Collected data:

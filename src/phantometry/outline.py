"""Outlines found in the image: the body's cross-section (or a cold insert's) in a plane.

Method (phantometry's own)
--------------------------
From a point inside the region, rays are cast in a plane read from the image (an original
slice or an interpolated plane) every ``360 / n_rays`` degrees; the plane, smoothed by a
Gaussian of one pixel (at least 2 mm) against noise, is sampled along them every 1 mm, or a
quarter pixel when finer (bilinear). The edge on a ray is where the
profile crosses ``level`` (half the background: the 50 % point of a blurred step lies on the
edge for a symmetric point response), by linear interpolation between samples:

* ``outward`` (a body): the *outermost* crossing, so cold or hot inserts inside do not count;
* ``first`` (a cold insert): the first crossing from below to above the level.

The radii are median-filtered over five neighbouring rays (noise). The outline is then a
star-shaped polygon about the ray origin: a point is inside when its distance from the origin
is at most the outline radius in its direction; the distance to the edge is the distance to
the nearest outline point (a k-d tree over the outline densified to 0.25 mm).

Samples outside the image grid count as below the level, so a body cut by the edge of the
field of view has its outline there.
"""

from __future__ import annotations

import math
from dataclasses import dataclass, field

import numpy as np
from scipy import ndimage
from scipy.spatial import cKDTree

from .rois import PlaneImage

#: Largest sampling step along a ray, mm (a quarter of the smallest voxel spacing when finer).
RAY_STEP_MM = 1.0


@dataclass
class Outline:
    """A closed outline in a plane, star-shaped about ``origin_mm``.

    Attributes
    ----------
    origin_mm : world mm of the ray origin (in the plane).
    u_dir, v_dir : orthonormal in-plane directions (world).
    angles_rad : ray angles, ascending in [0, 2 pi), measured from ``u_dir`` towards ``v_dir``.
    radii_mm : outline radius along each ray (NaN where no edge was found).
    """

    origin_mm: np.ndarray
    u_dir: np.ndarray
    v_dir: np.ndarray
    angles_rad: np.ndarray
    radii_mm: np.ndarray
    _tree: cKDTree | None = field(default=None, repr=False)

    @property
    def valid(self) -> bool:
        return bool(np.all(np.isfinite(self.radii_mm)))

    def local(self, points_mm: np.ndarray) -> np.ndarray:
        """In-plane coordinates (..., 2), mm, of world points (orthogonal projection)."""
        rel = np.asarray(points_mm, float) - self.origin_mm
        return np.stack([rel @ self.u_dir, rel @ self.v_dir], axis=-1)

    def points_local(self) -> np.ndarray:
        """Outline vertices (n, 2) in the local in-plane coordinates."""
        return np.c_[self.radii_mm * np.cos(self.angles_rad), self.radii_mm * np.sin(self.angles_rad)]

    def points_world(self) -> np.ndarray:
        xy = self.points_local()
        return self.origin_mm + xy[:, :1] * self.u_dir + xy[:, 1:] * self.v_dir

    def radius_at(self, angles_rad: np.ndarray) -> np.ndarray:
        """Outline radius in given directions (periodic linear interpolation)."""
        return np.interp(np.mod(angles_rad, 2 * np.pi), self.angles_rad, self.radii_mm, period=2 * np.pi)

    def _kdtree(self) -> cKDTree:
        if self._tree is None:
            xy = self.points_local()
            closed = np.r_[xy, xy[:1]]
            seg = np.diff(closed, axis=0)
            n_sub = np.maximum(1, np.ceil(np.hypot(seg[:, 0], seg[:, 1]) / 0.25).astype(int))
            dense = np.concatenate([p + np.linspace(0, 1, n, endpoint=False)[:, None] * s for p, s, n in zip(closed[:-1], seg, n_sub)])
            self._tree = cKDTree(dense)
        return self._tree

    def signed_distance_local(self, xy: np.ndarray, cap_mm: float = np.inf) -> np.ndarray:
        """Distance (mm) of local points (..., 2) to the outline: positive inside, negative outside.

        Distances beyond ``cap_mm`` come out as +-inf (faster when only near points matter).
        """
        xy = np.asarray(xy, float)
        dist, _ = self._kdtree().query(xy.reshape(-1, 2), distance_upper_bound=cap_mm)
        dist = dist.reshape(xy.shape[:-1])
        rho = np.hypot(xy[..., 0], xy[..., 1])
        inside = rho <= self.radius_at(np.arctan2(xy[..., 1], xy[..., 0]))
        return np.where(inside, dist, -dist)

    def signed_distance(self, points_mm: np.ndarray, cap_mm: float = np.inf) -> np.ndarray:
        """Distance (mm) of world points (projected onto the plane) to the outline, positive inside
        (+-inf beyond ``cap_mm``)."""
        return self.signed_distance_local(self.local(points_mm), cap_mm)

    def disc_inside_fraction(self, centres_mm: np.ndarray, diameter_mm: float, n_samples: int = 2000) -> np.ndarray:
        """Fraction of the area of discs (world centres (n, 3), in the plane) inside the outline.

        Exactly 1 (0) when the disc lies wholly inside (outside) by its centre's distance to
        the outline; otherwise the fraction of ``n_samples`` area-uniform points of the disc
        (a sunflower lattice) that fall inside.
        """
        c = self.local(np.asarray(centres_mm, float).reshape(-1, 3))
        r = 0.5 * float(diameter_mm)
        d = self.signed_distance_local(c)
        out = np.where(d >= r, 1.0, np.where(d <= -r, 0.0, np.nan))
        todo = np.flatnonzero(np.isnan(out))
        if todo.size:
            i = np.arange(n_samples) + 0.5
            rho = r * np.sqrt(i / n_samples)
            th = i * math.pi * (3.0 - math.sqrt(5.0))
            offs = np.c_[rho * np.cos(th), rho * np.sin(th)]
            pts = c[todo][:, None, :] + offs[None]
            rr = np.hypot(pts[..., 0], pts[..., 1])
            inside = rr <= self.radius_at(np.arctan2(pts[..., 1], pts[..., 0]))
            out[todo] = inside.mean(axis=1)
        return out

    def area_centroid_local(self) -> tuple[float, np.ndarray]:
        """Area (mm^2) and area centroid (local mm) of the outline polygon (shoelace formula)."""
        return polygon_area_centroid(self.points_local())


#: A plane's own edge is kept where it departs from the planes' median by more than this many
#: robust SDs of the departures (and at least :data:`OWN_EDGE_MIN_MM`): a real difference (the
#: field of view cutting one plane, a body end), not noise.
OWN_EDGE_SDS = 4.0
OWN_EDGE_MIN_MM = 3.0
#: ... and along at least this many degrees of rays.
OWN_EDGE_MIN_RUN_DEG = 10.0
#: SD (degrees) of the Gaussian smoothing of the combined radii along the outline (at the
#: body's radius of 100-150 mm, 3.5-5 mm of edge: it leaves the D shape's smooth curve alone).
SMOOTH_DEG = 2.0


def combine_outlines(outlines: list[Outline | None]) -> tuple[list[Outline | None], float | None]:
    """Outlines of one prism-shaped body on several parallel planes, with the noise averaged out.

    The planes must share the in-plane directions and ray angles, and each outline's origin must
    lie on the same line parallel to the body's axis (the phantom axis), so that the radius
    along a ray is the same on every plane for a prism. Each ray's radius becomes the median
    over the planes, smoothed along the outline by a Gaussian of :data:`SMOOTH_DEG`, except
    where a plane's own radius departs from that median by more than
    ``max(OWN_EDGE_MIN_MM, OWN_EDGE_SDS x robust SD)`` of all departures along at least
    :data:`OWN_EDGE_MIN_RUN_DEG` of rays: there the plane's own edge is kept.

    Returns
    -------
    (outlines, standard error): the outlines, and the standard error (mm) of the combined edge
    of one ray, ``1.25 s / sqrt(n)`` from the robust SD ``s`` of the planes about their median
    (the median's efficiency; an upper bound, as the smoothing is not counted). With fewer
    than three outlines they are returned unchanged and the standard error is None.
    """
    found = [o for o in outlines if o is not None]
    if len(found) < 3:
        return list(outlines), None
    radii = np.array([o.radii_mm for o in found])
    med = np.median(radii, axis=0)
    dev = radii - med
    sd = 1.4826 * float(np.median(np.abs(dev)))
    n = len(med)
    smooth = ndimage.gaussian_filter1d(med, SMOOTH_DEG / 360.0 * n, mode="wrap")
    limit = max(OWN_EDGE_MIN_MM, OWN_EDGE_SDS * sd)
    run = max(3, int(round(OWN_EDGE_MIN_RUN_DEG / 360.0 * n)))
    out: list[Outline | None] = []
    for o in outlines:
        if o is None:
            out.append(None)
            continue
        own = np.abs(o.radii_mm - med) > limit
        if own.any():  # only departures along a run of rays (a circular opening): not a noise blob
            padded = np.r_[own[-run:], own, own[:run]]
            own = ndimage.binary_opening(padded, structure=np.ones(run, bool))[run:-run]
        out.append(Outline(o.origin_mm, o.u_dir, o.v_dir, o.angles_rad, np.where(own, o.radii_mm, smooth)))
    return out, 1.25 * sd / math.sqrt(len(found))


def polygon_area_centroid(xy: np.ndarray) -> tuple[float, np.ndarray]:
    """Area and area centroid of a simple closed polygon (n, 2) (shoelace formula; mathematics)."""
    x, y = xy[:, 0], xy[:, 1]
    xn, yn = np.roll(x, -1), np.roll(y, -1)
    cross = x * yn - xn * y
    area = 0.5 * float(cross.sum())
    if abs(area) < 1e-12:
        return 0.0, xy.mean(axis=0)
    cx = float(((x + xn) * cross).sum()) / (6.0 * area)
    cy = float(((y + yn) * cross).sum()) / (6.0 * area)
    return abs(area), np.array([cx, cy])


def find_outline(
    plane: PlaneImage,
    origin_mm: np.ndarray,
    level: float,
    max_radius_mm: float,
    *,
    n_rays: int = 720,
    mode: str = "outward",
    min_radius_mm: float = 0.0,
    smooth_mm: float | None = None,
) -> Outline:
    """The outline about ``origin_mm`` (a point of the plane) in a plane image (module notes).

    Parameters
    ----------
    plane : the plane read from the image (an original slice or an interpolated plane).
    level : the edge level, Bq/mL (half the background).
    max_radius_mm : how far the rays reach.
    mode : ``outward`` (outermost crossing; a body) or ``first`` (first rise above the
        level; a cold insert around the origin).
    min_radius_mm : ``first`` mode: crossings nearer than this are ignored.
    smooth_mm : SD (mm) of a Gaussian the plane is smoothed with first (default
        :func:`edge_smoothing_mm`): it does not move a straight edge's half-level point and
        keeps noise from breaking the level into islands.

    Returns
    -------
    Outline with NaN radii on rays without a crossing.
    """
    p = float(plane.pixel_mm)
    vals2d = np.nan_to_num(plane.values, nan=0.0)
    sm = edge_smoothing_mm(p) if smooth_mm is None else float(smooth_mm)
    if sm > 0:
        vals2d = ndimage.gaussian_filter(vals2d, sm / p, mode="constant", cval=0.0)
    o_uv = plane.world_to_uv(np.asarray(origin_mm, float))
    theta = np.arange(n_rays) * 2 * np.pi / n_rays
    step = min(RAY_STEP_MM, 0.25 * p)
    r = np.arange(0.0, max_radius_mm + step / 2, step)
    cu = (o_uv[0] + r[None, :] * np.cos(theta)[:, None]) / p
    cv = (o_uv[1] + r[None, :] * np.sin(theta)[:, None]) / p
    vals = ndimage.map_coordinates(vals2d, [cv.ravel(), cu.ravel()], order=1, mode="constant", cval=0.0, prefilter=False).reshape(cu.shape)
    above = vals >= level
    radii = np.full(n_rays, np.nan)
    rows = np.arange(n_rays)
    if mode == "outward":
        has = above.any(axis=1)
        last = r.size - 1 - np.argmax(above[:, ::-1], axis=1)  # last sample at or above the level
        ok = has & (last < r.size - 1)
        i = last[ok]
        a, b = vals[rows[ok], i], vals[rows[ok], i + 1]
        radii[ok] = r[i] + step * (a - level) / np.where(a - b > 0, a - b, 1.0)
    elif mode == "first":
        start = int(np.searchsorted(r, min_radius_mm))
        sub = above[:, start:]
        has = sub.any(axis=1)
        first = start + np.argmax(sub, axis=1)
        ok = has & (first > 0)
        i = first[ok]
        a, b = vals[rows[ok], i - 1], vals[rows[ok], i]
        radii[ok] = r[i - 1] + step * (level - a) / np.where(b - a > 0, b - a, 1.0)
    else:  # pragma: no cover - a programming error
        raise ValueError(f"unknown outline mode {mode!r}")
    if np.isfinite(radii).all():
        radii = ndimage.median_filter(radii, size=5, mode="wrap")
    return Outline(plane.uv_to_world(o_uv), plane.u_dir.copy(), plane.v_dir.copy(), theta, radii)


def edge_smoothing_mm(pixel_mm: float) -> float:
    """Default smoothing (Gaussian SD, mm) before an edge is found: one pixel, at least 2 mm
    (a symmetric kernel leaves a straight edge's half-level point in place; on a curved edge of
    radius R it moves it by about (s^2 + s_psf^2) / (2 R), a few tenths of a mm for the body)."""
    return max(2.0, float(pixel_mm))


def radius_profile(xy: np.ndarray, centre: np.ndarray, n_bins: int = 360) -> np.ndarray:
    """Radius (mm) of a closed outline (n, 2) about ``centre`` at ``n_bins`` equally spaced angles
    (the outline must be star-shaped about the centre)."""
    rel = np.asarray(xy, float) - np.asarray(centre, float)
    ang = np.mod(np.arctan2(rel[:, 1], rel[:, 0]), 2 * np.pi)
    rad = np.hypot(rel[:, 0], rel[:, 1])
    order = np.argsort(ang)
    grid = (np.arange(n_bins) + 0.5) * 2 * np.pi / n_bins
    return np.interp(grid, ang[order], rad[order], period=2 * np.pi)


def match_profiles(found: np.ndarray, model: np.ndarray) -> tuple[float, float]:
    """Rotation (radians) that best turns ``model`` into ``found`` (two radius profiles on the
    same angle grid): ``found(theta) ~ model(theta - phi)``; circular cross-correlation by FFT
    with a parabolic sub-bin refinement. Returns (phi, RMS residual in mm at phi)."""
    n = len(found)
    f = found - found.mean()
    m = model - model.mean()
    corr = np.real(np.fft.ifft(np.fft.fft(f) * np.conj(np.fft.fft(m))))
    k = int(np.argmax(corr))
    y0, y1, y2 = corr[(k - 1) % n], corr[k], corr[(k + 1) % n]
    den = y0 - 2 * y1 + y2
    frac = 0.5 * (y0 - y2) / den if den < 0 else 0.0
    phi = (k + frac) * 2 * np.pi / n
    grid = (np.arange(n) + 0.5) * 2 * np.pi / n
    shifted = np.interp(np.mod(grid - phi, 2 * np.pi), grid, model, period=2 * np.pi)
    rms = float(np.sqrt(np.mean((found - shifted) ** 2)))
    return float(phi), rms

What needs to be done:
Please reproduce exactly the lines from the first one of the records above through the line containing "Gaussian of one", both included, and nothing else.

Your solution:
filename src/phantometry/outline.py
"""Outlines found in the image: the body's cross-section (or a cold insert's) in a plane.

Method (phantometry's own)
--------------------------
From a point inside the region, rays are cast in a plane read from the image (an original
slice or an interpolated plane) every ``360 / n_rays`` degrees; the plane, smoothed by a
Gaussian of one pixel (at least 2 mm) against noise, is sampled along them every 1 mm, or a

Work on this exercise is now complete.